化学兵器を使用したのは「アサド政権」 その理由(前編)はこちら

化学兵器を使用したのは誰かわからない????

 化学兵器を使用したのは、アサド政権なのか? あるいは反体制派による自作自演なのか? あるいは、そもそも化学兵器など使われていないのか?

 日本ではネット内だけでなく、大手メディアでさえロシアの言い分がそのまま報道されているケースが散見されますが、答えは「アサド政権」です。なぜなら、「イギリスの工作だという証拠がある」というロシアの主張と、「アサド政権によるものとの証拠がある」という米英仏の主張では、信憑性がまるで違うからです。

 ロシアはこれまで、シリアでの化学兵器使用の実態を明らかにしようという国連機関等の試みを、常に妨害してきています。真相を隠蔽しようとするロシアの主張は、すべて「欺瞞」と言っていいでしょう。

 また、日本ではいまだに「優勢なアサド政権が化学兵器を使うわけがない」という、ロシアのトロール(論調を自らの望む方向に誘導する目的で、ロシア政府が組織的に拡散しているプロパガンダやフェイク・ニュースのネットの書き込み)を鵜呑みにしたような言説が散見されますが、これも間違いです。「使うわけがない」もなにも、現実として、アサド政権はすでに化学兵器を常用してきています。

暴かれたアサド政権の化学兵器使用

 シリアでの化学兵器使用については、これまでさまざまな機関・組織・メディア等が検証作業を行い、アサド政権が化学兵器を常用していることがわかっています。

 その中から、特に公機関である国連・化学兵器禁止機関と、現地情報への独自のアクセス・ルートがあり、結論に比較的慎重な国際的人権団体「ヒューマンライツ・ウォッチ」の報告を基に、経緯を列記します。

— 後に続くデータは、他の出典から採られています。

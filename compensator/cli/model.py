"""``compensator model``: the SiPM model over temperature, at fixed bias or fixed overvoltage."""

from __future__ import annotations

import sys

import numpy as np

from compensator.cli._common import add_json_flag, finite_float, format_table, non_negative_float, print_json, temperature_c
from compensator.physics.sipm import evaluate
from compensator.profiles import load_sipm

ORDER = 20


def register(subparsers) -> None:
    parser = subparsers.add_parser("model", help="evaluate the SiPM model over temperature")
    parser.add_argument("--sipm", required=True, metavar="FILE", help="sipm profile")
    parser.add_argument("--temp-c", required=True, nargs="+", type=temperature_c, metavar="T",
                        help="temperatures, degree Celsius")
    group = parser.add_mutually_exclusive_group(required=True)
    group.add_argument("--bias-v", type=finite_float, metavar="V", help="fixed bias across the SiPM, volt")
    group.add_argument("--overvoltage-v", type=finite_float, metavar="V", help="fixed overvoltage, volt (bias follows breakdown)")
    parser.add_argument("--photon-rate-hz", type=non_negative_float, default=0.0, metavar="R",
                        help="steady photon rate on the sensor for the current, hertz (default 0)")
    add_json_flag(parser)
    parser.set_defaults(handler=run)


def run(args) -> int:
    profile = load_sipm(args.sipm)
    device = profile.device
    state = evaluate(device, np.asarray(args.temp_c), bias_v=args.bias_v, overvoltage_v=args.overvoltage_v,
                     photon_rate_hz=args.photon_rate_hz)
    warnings = []
    if np.any(state.overvoltage_v > device.max_overvoltage_v):
        warnings.append(f"overvoltage above the profile's max_overvoltage_v {device.max_overvoltage_v:g} V")
    if np.any(state.current_a > device.max_current_a):
        warnings.append(f"current above the profile's max_current_a {device.max_current_a:g} A")
    if np.any(state.overvoltage_v <= 0):
        warnings.append("bias at or below breakdown at some temperatures: gain is zero there")
    if args.json:
        print_json({"sipm": profile.name, "file": args.sipm, "mode": "bias" if args.bias_v is not None else "overvoltage",
                    "points": [
                        {"temp_c": t, "bias_v": b, "breakdown_v": vbd, "overvoltage_v": ov, "gain": g, "pde_fraction": p,
                         "dark_rate_hz": d, "crosstalk_fraction": x, "current_a": i, "gain_change_pct_per_k": c}
                        for t, b, vbd, ov, g, p, d, x, i, c in zip(
                            *(np.atleast_1d(a).tolist() for a in (
                                state.temp_c, state.bias_v, state.breakdown_v, state.overvoltage_v, state.gain,
                                state.pde_fraction, state.dark_rate_hz, state.crosstalk_probability, state.current_a,
                                state.gain_change_pct_per_k)))],
                    "warnings": warnings})
    else:
        print(f"{profile.name}: {profile.description}".rstrip(": "))
        rows = zip(state.temp_c, state.bias_v, state.breakdown_v, state.overvoltage_v, state.gain,
                   100 * state.pde_fraction, state.dark_rate_hz / 1e3, 100 * state.crosstalk_probability,
                   state.current_a * 1e6, state.gain_change_pct_per_k)
        print(format_table(
            list(rows),
            ["temp_c", "bias_v", "breakdown_v", "overvoltage_v", "gain", "pde_%", "dark_khz", "crosstalk_%",
             "current_ua", "dgain_%_per_k"],
            [".1f", ".3f", ".3f", ".3f", ".4g", ".1f", ".1f", ".2f", ".3f", "+.3f"],
        ))
    for warning in warnings:
        print(f"warning: {warning}", file=sys.stderr)
    return 0
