"""``compensator sensor``: what the board's temperature channel reads."""

from __future__ import annotations

from dataclasses import dataclass

import numpy as np

from compensator.cli._common import EXIT_OK, add_json_flag, code, format_table, print_json, temperature_c, usage_error
from compensator.errors import ModelError
from compensator.profiles import load_board

__all__ = ["register", "run", "SensorPoint"]

ORDER = 25


def register(subparsers) -> None:
    parser = subparsers.add_parser(
        "sensor", help="convert between temperature and the board's ADC code",
        description="Temperature -> ADC code, or ADC code -> temperature, through the board's sensor "
                    "(platinum RTD by IEC 60751, NTC by the Beta model or Steinhart-Hart), divider and ADC, "
                    "with the resistance, the kelvin per code and the sensor's tolerance.")
    parser.add_argument("--board", required=True, metavar="FILE", help="board profile")
    group = parser.add_mutually_exclusive_group(required=True)
    group.add_argument("--adc-code", nargs="+", type=code, metavar="N", help="raw temperature ADC codes")
    group.add_argument("--temp-c", nargs="+", type=temperature_c, metavar="T", help="temperatures, degree Celsius")
    add_json_flag(parser)
    parser.set_defaults(handler=run)


@dataclass(frozen=True, kw_only=True)
class SensorPoint:
    """One reading of the temperature channel (the fields of ``compensator sensor --json``)."""

    adc_code: int
    resistance_ohm: float
    temp_c: float
    read_temp_c: float
    k_per_code: float
    sensor_tolerance_k: float
    status: str


def run(args) -> int:
    from compensator.instrument import describe_temperature_channel

    board = load_board(args.board)
    channel = board.temperature
    fe = channel.front_end
    if args.adc_code is not None:
        codes = np.asarray(args.adc_code, dtype=np.int64)
        bad = codes[codes > fe.full_scale_code]
        if bad.size:
            raise usage_error("--adc-code", f"{int(bad[0])} is outside the {fe.adc_bits}-bit ADC range "
                                            f"0..{fe.full_scale_code}")
        temps = channel.temp_c(codes)
    else:
        temps = np.asarray(args.temp_c, dtype=float)
        try:
            codes = channel.adc_code(temps)
        except ModelError as exc:
            raise usage_error("--temp-c", exc.reason) from None
        except ValueError as exc:
            raise usage_error("--temp-c", str(exc)) from None
    read_c = channel.temp_c(codes)
    resistance = fe.resistance_ohm(codes)
    valid = np.isfinite(temps) & (codes > 0) & (codes < fe.full_scale_code)
    in_range = valid & (temps >= board.min_temp_c) & (temps <= board.max_temp_c)
    with np.errstate(invalid="ignore"):
        safe_t = np.where(valid, temps, 25.0)
        per_code = np.where(valid, channel.temp_per_code_k(safe_t), np.nan)
        tol = np.where(valid, channel.sensor.tolerance_k(safe_t), np.nan)
    status = np.where(~valid, "invalid (open/short or rail)", np.where(in_range, "ok", "outside operating range"))
    points = [SensorPoint(adc_code=int(c), resistance_ohm=float(r), temp_c=float(t), read_temp_c=float(rt),
                          k_per_code=float(k), sensor_tolerance_k=float(s), status=str(st))
              for c, r, t, rt, k, s, st in zip(codes, resistance, temps, read_c, per_code, tol, status)]
    if args.json:
        print_json({"board": board.name, "file": args.board, "points": points})
        return EXIT_OK
    print(f"{board.name}: {describe_temperature_channel(channel)}")
    print(format_table([(p.adc_code, p.resistance_ohm, p.temp_c, p.read_temp_c, 1e3 * p.k_per_code,
                         p.sensor_tolerance_k, p.status) for p in points],
                       ["adc_code", "resistance_ohm", "temp_c", "read_temp_c", "mk_per_code", "tolerance_k", "status"],
                       ["d", ".2f", ".3f", ".3f", ".2f", ".3f", ""]))
    return EXIT_OK
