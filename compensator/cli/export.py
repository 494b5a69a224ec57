"""``compensator export``: logbooks to CSV, or to a Parquet dataset partitioned by unit and day."""

from __future__ import annotations

from compensator.cli._common import add_json_flag, print_json

__all__ = ["register", "run"]

ORDER = 84
COMMAND = "export"
HELP = "export logbooks to CSV or to a Parquet dataset partitioned by unit and day"


def register(subparsers) -> None:
    parser = subparsers.add_parser(COMMAND, help=HELP, description=(
        "Write the telemetry of one or more logbooks to one CSV file, or (with the optional pyarrow extra) to "
        "a Parquet dataset in hive-style folders unit_id=NAME/date_utc=YYYY-MM-DD/ that DuckDB, Dask or "
        "Spark read with one query. Nothing is written when a logbook cannot be read."))
    parser.add_argument("logbooks", nargs="+", metavar="RUN.sqlite", help="logbook files")
    target = parser.add_mutually_exclusive_group(required=True)
    target.add_argument("--csv", metavar="OUT.csv", help="one CSV file with a header row")
    target.add_argument("--parquet", metavar="DIR", help="a Parquet dataset folder (must not exist)")
    parser.add_argument("--force", action="store_true", help="replace an existing output")
    add_json_flag(parser)
    parser.set_defaults(handler=run)


def run(args) -> int:
    from compensator.logbook.export import export_csv, export_parquet

    if args.csv:
        summary = export_csv(args.logbooks, args.csv, overwrite=args.force)
    else:
        summary = export_parquet(args.logbooks, args.parquet, overwrite=args.force)
    if args.json:
        print_json(summary)
    else:
        extra = f" in {summary.parquet_files} files, {summary.partitions} unit-day partitions" if args.parquet else ""
        print(f"{summary.output_path}: {summary.rows} rows from {summary.logbooks} logbooks{extra}")
    return 0
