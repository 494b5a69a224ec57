"""Helpers shared by the ``calibrate`` subcommands: worker count, error lines, exit status, plot targets."""

from __future__ import annotations

import sys
from pathlib import Path

import numpy as np

from compensator.cli._common import EXIT_NOTHING_ANALYSED, EXIT_OK, EXIT_USAGE, usage_error

__all__: list[str] = []  # internal to the calibrate command


def _jobs(n: int) -> int:
    from compensator.calibration.batch import default_jobs

    return default_jobs() if n == 0 else min(n, default_jobs())


def _report_errors(records) -> None:
    for rec in records:
        if not rec.ok:
            print(f"compensator: {rec.error_line}", file=sys.stderr)


def _exit_status(records) -> int:
    """0 when anything was analysed; 2 when nothing was and a file failed on input; 3 when every input was valid."""
    from compensator.calibration.batch import BatchStatus, batch_status

    return {BatchStatus.ANALYSED: EXIT_OK, BatchStatus.BAD_INPUT: EXIT_USAGE,
            BatchStatus.NOTHING_ANALYSED: EXIT_NOTHING_ANALYSED}[batch_status(records)]


def _fmt(x, spec):
    return "-" if x is None or not np.isfinite(x) else format(x, spec)


def _plot_targets(directory, files, suffix, force):
    """The plot directory and file names; existing figures are refused without ``--force`` (before any work)."""
    from compensator.calibration.plots import plot_dir, unique_names

    names = unique_names(files, suffix)
    target = Path(directory)
    if not force:
        taken = [n for n in names if (target / n).exists()]
        if taken:
            raise usage_error("--plot", f"{target / taken[0]} already exists ({len(taken)} figure(s)); "
                                        "use --force to replace them")
    return plot_dir(directory), names


def _plot_spectra(records, plot_dir):
    from compensator.calibration.plots import plot_spectrum, unique_names

    for rec, name in zip(records, unique_names([r.file for r in records], "-spectrum.png")):
        if rec.ok:
            plot_spectrum(rec.fit, plot_dir / name, title=Path(rec.file).name, charge_unit=rec.charge_unit)
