class GainSource:
    """Names of the quantity the gain figures come from."""

    DARK_PEAK = "dark_peak_gain"
    OVERVOLTAGE_PROFILE = "overvoltage_from_profile_breakdown"
    OVERVOLTAGE_READBACK = "overvoltage_target_plus_bias_readback_error"
    OVERVOLTAGE_TARGET = "overvoltage_target_only"


@dataclass(frozen=True, kw_only=True)
class Gap:
    """A stretch of time without telemetry.

    Attributes
    ----------
    start_unix_s, end_unix_s : float
        Last sample before and first sample after, seconds since 1970 (UTC).
    duration_s : float
    cause : str
        ``link_lost`` (the logger saw the board go), ``logger_stopped`` (a new
        session began after it) or ``samples_missed``.
    """

    start_unix_s: float
    end_unix_s: float
    duration_s: float
    cause: str


@dataclass(frozen=True, kw_only=True)
class FaultInterval:
    """One stretch of samples with a live fault bit set.

    Attributes
    ----------
    fault : str
        The fault's name (lower case, see :func:`compensator.firmware.faults.fault_names`).
    start_unix_s : float
        First sample with the bit set.
    end_unix_s : float
        First sample with it clear again (the last sample when still active).
    duration_s : float
    still_active : bool
        The bit was set in the last sample of the run.
    """

    fault: str
    start_unix_s: float
    end_unix_s: float
    duration_s: float
    still_active: bool


@dataclass(frozen=True, kw_only=True)
class FaultSummary:
    """Per-fault totals over the run.

    Attributes
    ----------
    fault : str
    intervals : int
        Times the bit went up.
    total_s : float
        Time with the bit set, seconds.
    samples : int
        Samples with the bit set.
    """

    fault: str
    intervals: int
    total_s: float
    samples: int
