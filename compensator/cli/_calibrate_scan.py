"""``compensator calibrate gain-scan``: breakdown and cell capacitance from gain against bias."""

from __future__ import annotations

import sys
from typing import NamedTuple

from compensator.cli._calibrate_shared import _jobs, _exit_status, _fmt, _plot_spectra
from compensator.cli._common import format_table, print_json

__all__ = ["run_gain_scan"]


def _scan_summary(file, fit, extra=None) -> dict:
    out = {"file": file, "ok": True, "reason": None, "temp_c": fit.temp_c, "breakdown_v": fit.breakdown_v,
           "breakdown_err_v": fit.breakdown_err_v, "capacitance_f": fit.capacitance_f,
           "capacitance_err_f": fit.capacitance_err_f, "slope_per_v": fit.slope_per_v,
           "slope_err_per_v": fit.slope_err_per_v, "gain_unit": fit.gain_unit, "chi2": fit.chi2, "ndf": fit.ndf,
           "n_points": fit.n_points, "definition": "gain_intercept"}
    out.update(extra or {})
    return out


class _ScanOutcome(NamedTuple):
    """Whether one gain scan was analysed, and if not, whether its input was at fault."""

    ok: bool
    failed_on_input: bool


def run_gain_scan(args) -> int:
    from compensator.calibration.gainscan import fit_gain_scan
    from compensator.calibration.measurements import read_gain_scan
    from compensator.errors import CompensatorError, InputError

    scans, outcomes, errors = [], [], []
    if args.manifest or args.spectra:
        if args.manifest and (args.files or args.spectra):
            raise InputError("--manifest: give either a manifest or spectrum files with --spectra, not both")
        groups = _spectrum_groups(args)
        for label, temp_c, entries in groups:
            records = _fit_spectra(args, [f for f, _ in entries], errors)
            try:
                scans.append(_scan_from_spectra(args, temp_c, entries, records, label))
                outcomes.append(_ScanOutcome(True, False))
            except CompensatorError as exc:
                msg = str(exc).splitlines()[0]
                errors.append(f"{label}: {msg}")
                scans.append({"file": label, "ok": False, "reason": msg, "temp_c": temp_c})
                # A scan is the user's mistake only when every one of its spectra failed on input.
                outcomes.append(_ScanOutcome(False, all(r.failed_on_input for r in records)))
    else:
        if not args.files:
            raise InputError("gain-scan: give gain tables (FILE...), spectra with --spectra --bias-v, or --manifest")
        for path in args.files:
            on_input = True
            try:
                data = read_gain_scan(path, args.temp_c)
                on_input = False
                fit = fit_gain_scan(data.bias_v, data.gain, data.gain_err, temp_c=data.temp_c)
                scans.append(_scan_summary(path, fit))
                outcomes.append(_ScanOutcome(True, False))
            except CompensatorError as exc:
                msg = str(exc).splitlines()[0]
                line = msg if msg.startswith(str(path)) else f"{path}: {msg}"
                errors.append(line)
                scans.append({"file": path, "ok": False, "reason": line, "temp_c": None})
                outcomes.append(_ScanOutcome(False, on_input))
    for line in errors:
        print(f"compensator: {line}", file=sys.stderr)
    ok = [s for s in scans if s["ok"]]
    if args.json:
        print_json({"scans": scans})
    elif ok:
        print(format_table(
            [(s["file"], _fmt(s["temp_c"], ".2f"), s["breakdown_v"], 1e3 * s["breakdown_err_v"],
              _fmt(1e15 * s["capacitance_f"], ".2f"), _fmt(1e15 * s["capacitance_err_f"], ".2f"),
              f"{s['chi2']:.1f}/{s['ndf']}") for s in ok],
            ["file", "temp_c", "breakdown_v", "err_mv", "capacitance_ff", "err_ff", "chi2/ndf"],
            ["", "", ".4f", ".1f", "", "", ""]))
    return _exit_status(outcomes)


def _spectrum_groups(args):
    """(label, temp_c, [(file, bias_v)]) per scan."""
    from compensator.calibration.measurements import read_manifest
    from compensator.errors import InputError

    if args.manifest:
        entries = read_manifest(args.manifest)
        temps = sorted({e.temp_c if e.temp_c is not None else args.temp_c for e in entries},
                       key=lambda t: (t is None, t if t is not None else 0.0))
        groups = []
        for t in temps:
            members = [(e.file, e.bias_v) for e in entries if (e.temp_c if e.temp_c is not None else args.temp_c) == t]
            label = args.manifest if len(temps) == 1 else f"{args.manifest}@{t:g}C"
            groups.append((label, t, members))
        return groups
    if not args.files or not args.bias_v or len(args.bias_v) != len(args.files):
        n_b = len(args.bias_v or [])
        raise InputError(f"--bias-v: give one bias per spectrum file ({len(args.files)} files, {n_b} biases)")
    # A scan from loose spectra is named by its first file (every file is listed under "spectra").
    return [(args.files[0], args.temp_c, list(zip(args.files, args.bias_v)))]


def _fit_spectra(args, files, errors):
    """Fit the spectra of one scan (their failures go to ``errors``; plots when asked)."""
    from compensator.calibration.batch import Progress, analyse_spectrum_files

    with Progress(len(files), "spectra", enabled=None) as bar:
        records = analyse_spectrum_files(files, jobs=_jobs(args.jobs), progress=bar)
    errors.extend(rec.error_line for rec in records if not rec.ok)
    if args.plot:
        from compensator.calibration.plots import plot_dir
        _plot_spectra(records, plot_dir(args.plot))
    return records


def _scan_from_spectra(args, temp_c, entries, records, label):
    from compensator.calibration.gainscan import gain_scan_from_fits

    units = {rec.charge_unit for rec in records if rec.ok}
    result = gain_scan_from_fits([b for _, b in entries], [rec.fit if rec.ok else None for rec in records],
                                 [rec.reason or "" for rec in records], temp_c=temp_c,
                                 charge_per_unit_c=args.charge_per_unit_c,
                                 charge_unit=units.pop() if len(units) == 1 else "")
    per = [{"file": rec.file, "bias_v": b, "gain_in_charge_unit": rec.fit.gain if rec.ok else None,
            "gain_err_in_charge_unit": rec.fit.gain_err if rec.ok else None, "reason": rec.reason or None}
           for rec, (_, b) in zip(records, entries)]
    return _scan_summary(label, result.scan, {"spectra": per})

2013年8月21日、グータ地区で、サリン攻撃により住民多数が死亡。

9月10日、国際人権団体「ヒューマンライツ・ウォッチ」が報告書を発表。

 現地情報を詳細に調査・分析。

 犯行に使われた砲弾を検証し、使用された武器システムを確認。アサド政権が保有していることを確認。反体制派が保有していることを示す情報は皆無。

 発射経路も検証し、アサド政権による攻撃の可能性がきわめて高いと断定。

「グータへの攻撃 ~シリアにおける化学兵器使用の分析」

「シリア政府(アサド政権)が化学兵器攻撃の犯人の可能性が高い ~ロケット解析と証言に基づく新しい証拠」

9月16日、国連調査報告

 サリン使用を断定。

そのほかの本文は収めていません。